In the Supreme Court, Lord Wilson commented that to achieve habitual residence ‘requires not the child’s full integration in the environment of the new state but only a degree of it’ (para 39). His observation was that, in certain circumstances, the requisite degree of integration can occur quickly. The analogy used was to that of a see-saw.

The concept operates in the expectation that, when a child gains a new habitual residence, he loses his old one…As probably quite quickly, he puts down those first roots which represent the requisite degree of integration in the environment of the new state, up will probably come the child’s roots in that of the old state to the point at which he achieves the requite de-integration (or better, disengagement) from it (( emphasis in original) (para 45)).

Most recently, the test was reiterated by Lady Justice Black in Re J (A Child) (Finland) (Habitual Residence) [2017] EWCA Civ 80. The approach set out in In the matter of A (Children) above and In the matter of B above had not been applied by the judge of first instance. Notwithstanding this, it was not necessarily meant to suggest that there was only one way to test habitual residence.

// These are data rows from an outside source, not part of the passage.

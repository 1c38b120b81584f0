/**
 * The demo studio's loop catalogue: invented generic tube kinds and fittings (no maker names;
 * bend radii and insertion depths from memory), its cut allowance, and ports on the demo pump,
 * block and radiator where their stored definitions have none. Idempotent.
 */
import { eq, inArray } from 'drizzle-orm';
import { partDefSchema, type PartDef } from '$lib/geometry';
import { defaultFittings, defaultTubeKinds } from '$lib/geometry/loop-library';
import { demoParts } from '$lib/geometry/standard-library';
import { checkPart } from '$lib/catalog/schemas';
import { db } from '../db';
import { parts, studioLoopSettings, tubeKinds } from '../db/schema';
import { partColumns } from '../catalog/parts';
import { DEFAULT_CUT_ALLOWANCE_PCT } from '../loop';
import { DEMO_STUDIO } from './accounts';

/** Invented prices per metre (EUR cents) and per fitting. */
const TUBE_PRICES: Record<string, number> = {
	'soft-10-13': 450,
	'soft-10-16': 550,
	'hard-12': 700,
	'hard-14': 800,
	'hard-16': 900
};
const FITTING_PRICES: Record<string, number> = {
	'fit-straight-16': 700,
	'fit-straight-soft': 500,
	'fit-45-16': 900,
	'fit-rotary-16': 1100,
	'fit-extension-10': 600,
	'fit-qd': 2900,
	'plug-g14': 300
};

/**
 * Ports the demo parts get when their stored definition has none: the engine's demo parts' own
 * (G 1/4, part frames; the radiator's and pump-reservoir's face the tube cut-outs).
 */
const DEMO_PORTS: Record<string, PartDef['ports']> = Object.fromEntries(
	demoParts()
		.filter((p) => p.ports.length > 0)
		.map((p) => [p.id, p.ports])
);

/** The older demo fittings, told what kind they are (those rows keep their prices). */
const DEMO_FITTING_KINDS: Record<string, Partial<PartDef['specs']>> = {
	'demo-fitting-90': { fittingKind: 'rotary', insertionDepthMm: 10 },
	'demo-fitting-16': { fittingKind: 'straight', insertionDepthMm: 10 },
	'demo-fitting-qd': { fittingKind: 'quick-disconnect', insertionDepthMm: 10 }
};

export const demoTubeKindId = (id: string) => `demo-${id}`;
export const demoFittingId = (id: string) => `demo-${id}`;

export async function seedLoopCatalogue() {
	for (const t of defaultTubeKinds()) {
		const id = demoTubeKindId(t.id);
		await db
			.insert(tubeKinds)
			.values({
				id,
				studioId: DEMO_STUDIO.id,
				name: t.name,
				definition: { ...t, id },
				pricePerMetreMinor: TUBE_PRICES[t.id] ?? null,
				currency: 'EUR'
			})
			.onConflictDoNothing();
	}
	await db
		.insert(studioLoopSettings)
		.values({ studioId: DEMO_STUDIO.id, cutAllowancePct: DEFAULT_CUT_ALLOWANCE_PCT })
		.onConflictDoNothing();
	for (const f of defaultFittings()) {
		const id = demoFittingId(f.id);
		const checked = checkPart({ ...f, priceMinor: FITTING_PRICES[f.id] ?? null }, id);
		if (!checked.ok) throw new Error(`seed fitting ${id}: ${JSON.stringify(checked.issues)}`);
		await db
			.insert(parts)
			.values({ id, studioId: DEMO_STUDIO.id, ...partColumns(checked.def, checked.extras) })
			.onConflictDoNothing();
	}
	const ids = [...Object.keys(DEMO_PORTS), ...Object.keys(DEMO_FITTING_KINDS)];
	const rows = await db
		.select({ id: parts.id, definition: parts.definition })
		.from(parts)
		.where(inArray(parts.id, ids));
	for (const row of rows) {
		const def = partDefSchema.parse(row.definition);
		const ports = DEMO_PORTS[row.id];
		const kind = DEMO_FITTING_KINDS[row.id];
		const next: PartDef = { ...def };
		if (ports && def.ports.length === 0) next.ports = ports;
		if (kind && def.specs.fittingKind === undefined) next.specs = { ...def.specs, ...kind };
		if (next.ports === def.ports && next.specs === def.specs) continue;
		await db
			.update(parts)
			.set({ definition: partDefSchema.parse(next), updatedAt: new Date() })
			.where(eq(parts.id, row.id));
	}
}
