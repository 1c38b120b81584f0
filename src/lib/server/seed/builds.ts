/**
 * The demo build: the demo sandwich enclosure with the engine's demo parts placed, where everything
 * fits with the spine at "3 slots" and the card collides at "2 slots". Two variants to compare.
 */
import { eq } from 'drizzle-orm';
import { DEMO_SPINE_OFFSETS, demoSceneInput } from '$lib/geometry/standard-library';
import { demoRoutedCables } from '$lib/loop/suggest';
import { variantSettingsSchema } from '$lib/builds/settings';
import { db } from '../db';
import { builds, variants } from '../db/schema';
import { ensureVersion } from '../versions';
import { DEMO_STUDIO, DEMO_USERS } from './accounts';

export const DEMO_BUILD_ID = 'demo-build';

export async function seedBuilds() {
	const scene = demoSceneInput();
	const settings = variantSettingsSchema.parse({
		dividerPositions: scene.dividerPositions,
		bracketOffsets: scene.bracketOffsets,
		placements: scene.placements,
		marginMm: scene.marginMm,
		budgets: scene.budgets,
		// Routed by the engine at seed time (about a second), so the demo opens with its cables clear.
		cables: demoRoutedCables()
	});
	await db
		.insert(builds)
		.values({
			id: DEMO_BUILD_ID,
			studioId: DEMO_STUDIO.id,
			name: 'Quiet desk build',
			clientName: 'Demo Client',
			notes: 'Sandwich layout, front 280 radiator, compact pump-reservoir on the card side.',
			enclosureVersionId: 'demo-enc-sandwich-v1',
			createdBy: DEMO_USERS[1].id
		})
		.onConflictDoNothing();
	await db
		.insert(variants)
		.values([
			{
				id: 'demo-variant-a',
				buildId: DEMO_BUILD_ID,
				name: 'Spine at three slots',
				sortOrder: 0,
				isProposal: true,
				settings
			},
			{
				id: 'demo-variant-b',
				buildId: DEMO_BUILD_ID,
				name: 'Spine at two slots',
				sortOrder: 1,
				isProposal: false,
				settings: {
					...settings,
					dividerPositions: { ...settings.dividerPositions, spine: DEMO_SPINE_OFFSETS['2 slots'] }
				}
			}
		])
		.onConflictDoNothing();
	// Each demo variant starts at version 1 = its seeded state (idempotent: kept once made).
	for (const v of await db.select().from(variants).where(eq(variants.buildId, DEMO_BUILD_ID))) {
		await ensureVersion(v);
	}
}
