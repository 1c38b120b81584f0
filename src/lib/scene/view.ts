/**
 * Camera placement for the preset views. The engine's Z runs front → back; three.js looks down
 * −Z, so the scene is drawn mirrored in Z (scale z = −1) and a camera in front of the enclosure
 * sees X to the right, as a builder standing in front of it does.
 */
import type { Box } from '$lib/geometry';

export type ViewName = 'orbit' | 'front' | 'top' | 'side';

export type CameraPose = {
	position: [number, number, number];
	target: [number, number, number];
	up: [number, number, number];
};

export function viewPose(inner: Box, view: ViewName): CameraPose {
	const c: [number, number, number] = [
		(inner.min[0] + inner.max[0]) / 2,
		(inner.min[1] + inner.max[1]) / 2,
		-(inner.min[2] + inner.max[2]) / 2
	];
	const size = Math.max(
		inner.max[0] - inner.min[0],
		inner.max[1] - inner.min[1],
		inner.max[2] - inner.min[2]
	);
	const d = size * 2.4;
	switch (view) {
		case 'front':
			return { position: [c[0], c[1], c[2] + d], target: c, up: [0, 1, 0] };
		case 'top':
			return { position: [c[0], c[1] + d, c[2] + 0.001], target: c, up: [0, 0, -1] };
		case 'side':
			return { position: [c[0] + d, c[1], c[2]], target: c, up: [0, 1, 0] };
		default:
			return {
				position: [c[0] + d * 0.55, c[1] + d * 0.45, c[2] + d * 0.75],
				target: c,
				up: [0, 1, 0]
			};
	}
}

/** Zoom for an orthographic camera whose frustum is the canvas in pixels. */
export function orthoZoom(inner: Box, view: ViewName, width: number, height: number): number {
	const w = inner.max[0] - inner.min[0];
	const h = inner.max[1] - inner.min[1];
	const dep = inner.max[2] - inner.min[2];
	const [sx, sy] = view === 'top' ? [w, dep] : view === 'side' ? [dep, h] : [w, h];
	return 0.8 * Math.min(width / sx, height / sy);
}
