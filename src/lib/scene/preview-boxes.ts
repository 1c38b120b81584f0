/**
 * Boxes for catalogue previews, in engine coordinates (mm, Y up, Z front → back): an enclosure with
 * every allowed divider position ghosted and each bracket's travel, or a part with its keep-outs.
 * Pure, so pages compute them while the user types and the 3D code only draws.
 */
import {
	allowedPositions,
	bracketBoxAt,
	dividerBoxAt,
	innerBoxOf,
	wallBoxes,
	type Box,
	type EnclosureDef,
	type PartDef
} from '$lib/geometry';

export type PreviewRole =
	| 'wall'
	| 'wall-mesh'
	| 'divider'
	| 'divider-ghost'
	| 'bracket'
	| 'bracket-travel'
	| 'mount'
	| 'body'
	| 'keepout'
	| 'keepout-warning';

export type PreviewBox = { id: string; box: Box; role: PreviewRole; label: string };

/** The envelope a bracket sweeps over its whole travel. */
function travelEnvelope(b: EnclosureDef['brackets'][number]): Box {
	const first = bracketBoxAt(b, b.travel.minMm);
	const last = bracketBoxAt(b, b.travel.maxMm);
	return {
		min: [0, 1, 2].map((i) => Math.min(first.min[i], last.min[i])) as Box['min'],
		max: [0, 1, 2].map((i) => Math.max(first.max[i], last.max[i])) as Box['max']
	};
}

/**
 * `chosen` maps a divider id to the allowed position drawn solid; the others are ghosts. Brackets
 * are drawn at their first allowed offset with their travel as a ghost.
 */
export function enclosurePreviewBoxes(
	def: EnclosureDef,
	chosen: Record<string, number> = {}
): PreviewBox[] {
	const out: PreviewBox[] = wallBoxes(def).map((w) => ({
		id: w.id,
		box: w.box,
		role: w.wallKind === 'mesh' ? 'wall-mesh' : 'wall',
		label: w.label
	}));
	for (const d of def.dividers) {
		const positions = allowedPositions(d).slice(0, 200);
		const solid = chosen[d.id] ?? positions[0]?.offsetMm;
		for (const p of positions) {
			const isChosen = p.offsetMm === solid;
			out.push({
				id: `divider:${d.id}@${p.offsetMm}`,
				box: dividerBoxAt(def, d, p.offsetMm),
				role: isChosen ? 'divider' : 'divider-ghost',
				label: `${d.label} · ${p.label}`
			});
		}
	}
	for (const b of def.brackets) {
		out.push({
			id: `bracket-travel:${b.id}`,
			box: travelEnvelope(b),
			role: 'bracket-travel',
			label: `${b.label} travel`
		});
		out.push({
			id: `bracket:${b.id}`,
			box: bracketBoxAt(b, b.travel.minMm),
			role: 'bracket',
			label: b.label
		});
	}
	for (const m of def.mounts) {
		out.push({ id: `mount:${m.id}`, box: m.region, role: 'mount', label: m.label });
	}
	return out;
}

export function partPreviewBoxes(def: Pick<PartDef, 'bodies' | 'keepouts'>): PreviewBox[] {
	return [
		...def.bodies.map((b) => ({
			id: `body:${b.id}`,
			box: b.box,
			role: 'body' as const,
			label: b.label || 'Body'
		})),
		...def.keepouts.map((k) => ({
			id: `keepout:${k.id}`,
			box: k.box,
			role: k.severity === 'warning' ? ('keepout-warning' as const) : ('keepout' as const),
			label: k.label
		}))
	];
}

/** Where the camera looks: the enclosure's inside, or the bounds of everything shown. */
export function frameOf(def: EnclosureDef): Box {
	return innerBoxOf(def);
}
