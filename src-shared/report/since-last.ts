/**
 * A report set against the last one in the project's history: what changed
 * in its inputs (the cleaned records, the models, the species), how each
 * species' trend and indices moved, and, when nothing changed, whether the
 * numbers came out the same ("reproduced exactly") or which differ.
 *
 *   compareWithLast(previous, current) -> SinceLast
 *
 * Numbers are compared as stored (src-shared/project/report-history.ts):
 * equal bit for bit is "exact"; a difference no larger than one part in a
 * billion is "rounding" (the last digits of a computation done on another
 * machine or build); more than that "differs".
 */
import { canonicalJson } from '../analysis/canonical-json';
import type { HistoryComposite, HistoryIndex, HistorySpecies, ReportHistoryEntry, ReportRecord } from '../project/report-history';

/** Relative difference still counted as rounding, not as a different result. */
export const ROUNDING = 1e-9;

export type Agreement = 'exact' | 'rounding' | 'differs';

/** One number that differs between two runs of the same data and models. */
export interface NumberDifference {
  /** The species' printed name, or "composite". */
  readonly subject: string;
  /** "trend a season", "lower limit of the trend", "index 2015", "AIC" ... */
  readonly quantity: string;
  readonly then: number | string | boolean | null;
  readonly now: number | string | boolean | null;
}

export interface IndexMove {
  readonly season: number | string;
  readonly then: number;
  readonly now: number;
}

export interface SpeciesSince {
  readonly species: string;
  readonly name: string;
  readonly then: HistorySpecies;
  readonly now: HistorySpecies;
  /** The model (name, spec, offset rows) is the same as last time. */
  readonly sameModel: boolean;
  /** The seasons both reports have an index for. */
  readonly sharedSeasons: readonly (number | string)[];
  /** The largest change of an index over the shared seasons (null when none is shared; then = now when none moved). */
  readonly largestMove: IndexMove | null;
}

export type Verdict =
  /** Same data and models, every number the same. */
  | 'exact'
  /** Same data and models, numbers the same but for the last digits. */
  | 'rounding'
  /** Same data and models for some species (or all), and some numbers differ. */
  | 'differs'
  /** Same data; the models or species changed, and the unchanged ones gave the same numbers. */
  | 'models-changed'
  /** The cleaned records changed (or their key is not known): numbers are expected to move. */
  | 'data-changed';

export interface SinceLast {
  readonly previous: Pick<ReportHistoryEntry, 'madeAt' | 'software' | 'files' | 'dataKey'>;
  readonly verdict: Verdict;
  /** What changed in the inputs, as plain sentences (empty when nothing did). */
  readonly changes: readonly string[];
  readonly species: readonly SpeciesSince[];
  readonly added: readonly string[];
  readonly dropped: readonly string[];
  /** Numbers that differ where the data and the model are the same as last time. */
  readonly differences: readonly NumberDifference[];
  /** The composite then and now, when both reports had one. */
  readonly composite: { readonly then: HistoryComposite; readonly now: HistoryComposite; readonly largestMove: IndexMove | null } | null;
}

const nameOf = (s: HistorySpecies) => s.label ?? s.species;
const sameModel = (a: HistorySpecies, b: HistorySpecies) => a.model.name === b.model.name && a.model.dropBadOffsetRows === b.model.dropBadOffsetRows && canonicalJson(a.model.spec) === canonicalJson(b.model.spec);
const seasonKey = (s: number | string) => `${typeof s}:${s}`;

function agreement(a: unknown, b: unknown): Agreement {
  if (Object.is(a, b)) return 'exact';
  if (typeof a === 'number' && typeof b === 'number' && Math.abs(a - b) <= ROUNDING * Math.max(1, Math.abs(a), Math.abs(b))) return 'rounding';
  return 'differs';
}

/** Largest |now - then| of the index over the seasons both have (finite indices only). */
function largestMove(then: readonly HistoryIndex[], now: readonly HistoryIndex[]): IndexMove | null {
  const before = new Map(then.map((r) => [seasonKey(r.season), r]));
  let best: IndexMove | null = null;
  for (const r of now) {
    const t = before.get(seasonKey(r.season));
    if (!t || t.index === null || r.index === null) continue;
    if (!best || Math.abs(r.index - t.index) > Math.abs(best.now - best.then)) best = { season: r.season, then: t.index, now: r.index };
  }
  return best;
}

function sharedSeasons(then: readonly HistoryIndex[], now: readonly HistoryIndex[]): (number | string)[] {
  const before = new Set(then.map((r) => seasonKey(r.season)));
  return now.filter((r) => before.has(seasonKey(r.season))).map((r) => r.season);
}

/** Every stored number of two runs that should agree, pairwise, with what each one is. */
function pairs(then: HistorySpecies, now: HistorySpecies): { quantity: string; then: NumberDifference['then']; now: NumberDifference['now'] }[] {
  const a = then.result;
  const b = now.result;
  if (!a || !b) return [{ quantity: 'whether the trend could be fitted', then: a ? 'fitted' : `not fitted (${then.error ?? ''})`, now: b ? 'fitted' : `not fitted (${now.error ?? ''})` }];
  const out: { quantity: string; then: NumberDifference['then']; now: NumberDifference['now'] }[] = [
    { quantity: 'trend a season', then: a.trend.perSeason, now: b.trend.perSeason },
    { quantity: 'lower limit of the trend', then: a.trend.lower, now: b.trend.lower },
    { quantity: 'upper limit of the trend', then: a.trend.upper, now: b.trend.upper },
    { quantity: 'theta', then: a.theta, now: b.theta },
    { quantity: 'AIC', then: a.aic, now: b.aic },
    { quantity: 'rows fitted', then: a.rows, now: b.rows },
    { quantity: 'convergence', then: a.converged, now: b.converged },
    { quantity: 'base season', then: a.base, now: b.base },
  ];
  return [...out, ...indexPairs(a.indices, b.indices)];
}

function indexPairs(then: readonly HistoryIndex[], now: readonly HistoryIndex[]): { quantity: string; then: NumberDifference['then']; now: NumberDifference['now'] }[] {
  const seasons = (rows: readonly HistoryIndex[]) => rows.map((r) => String(r.season)).join(', ');
  if (seasons(then) !== seasons(now)) return [{ quantity: 'seasons with an index', then: seasons(then), now: seasons(now) }];
  return then.flatMap((t, i) => {
    const n = now[i];
    return [
      { quantity: `index ${t.season}`, then: t.index, now: n.index },
      { quantity: `lower limit of index ${t.season}`, then: t.lower, now: n.lower },
      { quantity: `upper limit of index ${t.season}`, then: t.upper, now: n.upper },
    ];
  });
}

/** The pairs that do not agree exactly, and the worst agreement found. */
function check(subject: string, list: { quantity: string; then: NumberDifference['then']; now: NumberDifference['now'] }[]): { worst: Agreement; differences: NumberDifference[] } {
  let worst: Agreement = 'exact';
  const differences: NumberDifference[] = [];
  for (const p of list) {
    const a = agreement(p.then, p.now);
    if (a === 'differs') {
      worst = 'differs';
      differences.push({ subject, ...p });
    } else if (a === 'rounding' && worst === 'exact') worst = 'rounding';
  }
  return { worst, differences };
}

export function compareWithLast(previous: ReportHistoryEntry, current: ReportRecord): SinceLast {
  const changes: string[] = [];
  const sameData = previous.dataKey !== null && previous.dataKey === current.dataKey;
  if (!sameData) changes.push(previous.dataKey === null || current.dataKey === null ? 'The cleaned records cannot be matched with those of the last report (their key was not recorded).' : 'The cleaned records changed (records imported, corrected or left out).');
  const before = new Map(previous.species.map((s) => [s.species, s]));
  const nowNames = new Set(current.species.map((s) => s.species));
  const added = current.species.filter((s) => !before.has(s.species)).map(nameOf);
  const dropped = previous.species.filter((s) => !nowNames.has(s.species)).map(nameOf);
  if (added.length) changes.push(`Reported now but not then: ${added.join(', ')}.`);
  if (dropped.length) changes.push(`Reported then but not now: ${dropped.join(', ')}.`);
  const species: SpeciesSince[] = [];
  const differences: NumberDifference[] = [];
  let worst: Agreement = 'exact';
  for (const now of current.species) {
    const then = before.get(now.species);
    if (!then) continue;
    const same = sameModel(then, now);
    if (!same) changes.push(`The model of ${nameOf(now)} changed${then.model.name !== now.model.name ? ` ("${then.model.name}" then, "${now.model.name}" now)` : ' (its spec or the rows it leaves out)'}.`);
    const ti = then.result?.indices ?? [];
    const ni = now.result?.indices ?? [];
    species.push({ species: now.species, name: nameOf(now), then, now, sameModel: same, sharedSeasons: sharedSeasons(ti, ni), largestMove: largestMove(ti, ni) });
    if (sameData && same) {
      const c = check(nameOf(now), pairs(then, now));
      differences.push(...c.differences);
      if (c.worst === 'differs' || (c.worst === 'rounding' && worst === 'exact')) worst = c.worst;
    }
  }
  let composite: SinceLast['composite'] = null;
  if (previous.composite && current.composite) {
    composite = { then: previous.composite, now: current.composite, largestMove: largestMove(previous.composite.indices, current.composite.indices) };
    const settingsSame = previous.composite.replicates === current.composite.replicates && previous.composite.seed === current.composite.seed;
    if (!settingsSame) changes.push(`The composite's bootstrap settings changed (${previous.composite.replicates} replicates, seed ${previous.composite.seed} then; ${current.composite.replicates}, seed ${current.composite.seed} now).`);
    else if (sameData && !added.length && !dropped.length && species.every((s) => s.sameModel)) {
      const c = check('composite', indexPairs(previous.composite.indices, current.composite.indices));
      differences.push(...c.differences);
      if (c.worst === 'differs' || (c.worst === 'rounding' && worst === 'exact')) worst = c.worst;
    }
  } else if (!!previous.composite !== !!current.composite) changes.push(previous.composite ? 'The last report had a composite index; this one has none.' : 'This report has a composite index; the last one had none.');
  const verdict: Verdict = !sameData ? 'data-changed' : worst === 'differs' ? 'differs' : changes.length ? 'models-changed' : worst;
  return { previous: { madeAt: previous.madeAt, software: previous.software, files: previous.files, dataKey: previous.dataKey }, verdict, changes, species, added, dropped, differences, composite };
}
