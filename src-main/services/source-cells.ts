import { CellKind, type CellKindCode, type GridColumn, type SheetGrid as ReadGrid } from '@shared/import/cells';
import { isoToSerial1900 } from '@shared/import/excel-dates';
import { cellTypeLetters, type SheetGrid as StoredGrid } from '@shared/project/sheet-grid';

/**
 * The cells of an imported sheet as the project file keeps them (row-major
 * texts and type letters) and back, so an import can be redone from the
 * project alone. Merged ranges are not kept by the stored form.
 */
const letterOfKind: Record<number, string> = {
  [CellKind.blank]: cellTypeLetters.blank,
  [CellKind.number]: cellTypeLetters.number,
  [CellKind.text]: cellTypeLetters.text,
  [CellKind.bool]: cellTypeLetters.boolean,
  [CellKind.error]: cellTypeLetters.error,
  [CellKind.date]: cellTypeLetters.date,
};
const kindOfLetter: Record<string, CellKindCode> = Object.fromEntries(Object.entries(letterOfKind).map(([k, l]) => [l, Number(k) as CellKindCode]));

export function storeGrid(grid: ReadGrid): StoredGrid {
  const texts: string[] = new Array(grid.nrows * grid.ncols);
  const types: string[] = new Array(grid.nrows * grid.ncols);
  for (let r = 0; r < grid.nrows; r++) {
    for (let c = 0; c < grid.ncols; c++) {
      const col = grid.columns[c];
      const k = r * grid.ncols + c;
      texts[k] = col.texts[r] ?? '';
      types[k] = letterOfKind[col.kinds[r]] ?? cellTypeLetters.blank;
    }
  }
  return { name: grid.sheet, rows: grid.nrows, columns: grid.ncols, texts, types: types.join('') };
}

function numberOf(kind: CellKindCode, text: string): number {
  if (kind === CellKind.number) return Number(text);
  if (kind === CellKind.bool) return /^true$/i.test(text) || text === '1' ? 1 : 0;
  if (kind === CellKind.date) return isoToSerial1900(text.slice(0, 10));
  return Number.NaN;
}

export function readStoredGrid(grid: StoredGrid, file: string): ReadGrid {
  const columns: GridColumn[] = [];
  for (let c = 0; c < grid.columns; c++) {
    const texts: string[] = new Array(grid.rows);
    const kinds = new Uint8Array(grid.rows);
    const numbers = new Float64Array(grid.rows);
    for (let r = 0; r < grid.rows; r++) {
      const k = r * grid.columns + c;
      const kind = kindOfLetter[grid.types[k]] ?? CellKind.blank;
      texts[r] = grid.texts[k];
      kinds[r] = kind;
      numbers[r] = numberOf(kind, grid.texts[k]);
    }
    columns.push({ texts, kinds, numbers });
  }
  return { file, sheet: grid.name, hidden: false, nrows: grid.rows, ncols: grid.columns, columns, merges: [] };
}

The European Court of Justice confirmed, in May 2017, that even a newborn baby cannot be habitually resident in a state it has never been, even if that is an accident (C-111 /17 PPU). Separately, in a case which shall be proceeding to the Court of Appeal in November 2017, the newborn baby of an English mother was found to have habitual residence in the USA after a mere eight unhappy weeks with the mother.

In addition to the 1980 Hague Convention, habitual residence is equally relevant and important in cases heard under the inherent jurisdiction, ie, wardship proceedings.

Conclusion

Having seen many practitioners’ surprise when, at a hearing in children's proceedings with an international element, the issue of determination of jurisdiction surfaces, the author strongly advises that you must ensure that this is one of the first subjects you raise when a client comes into your office.

The importance of habitual residence should never be underestimated. A vigorous attack or defence on the issue of habitual residence can be the key to litigation outcome.

1 Available at: http://tinyurl.com/y9ex47qj
2 ICACU guidance for lawyers, available at: http://tinyurl.com/yakgl57x. Text of the 1996 Hague Convention, available at: http://tinyurl.com/ybvesrfh. Text of Council Regulation Brussels II Revised, available at: http://tinyurl.com/yctt26gh
 

PRACTICAL POINTERS

What should family lawyers look out for?

Practitioners should focus on the following:

  • duration;
  • stability;
  • nationality;
  •  family reasons for being in that state;
  • living conditions;
  • language;
  • the age of the child;
  • the child’s  mental state;
  • the intentions of the parents;
  • schooling;
  • friends in the new state;
  • whether they have new pets; 
  • registration with doctors and dentists;
  • benefit claims; and
  • any ongoing litigation about the child.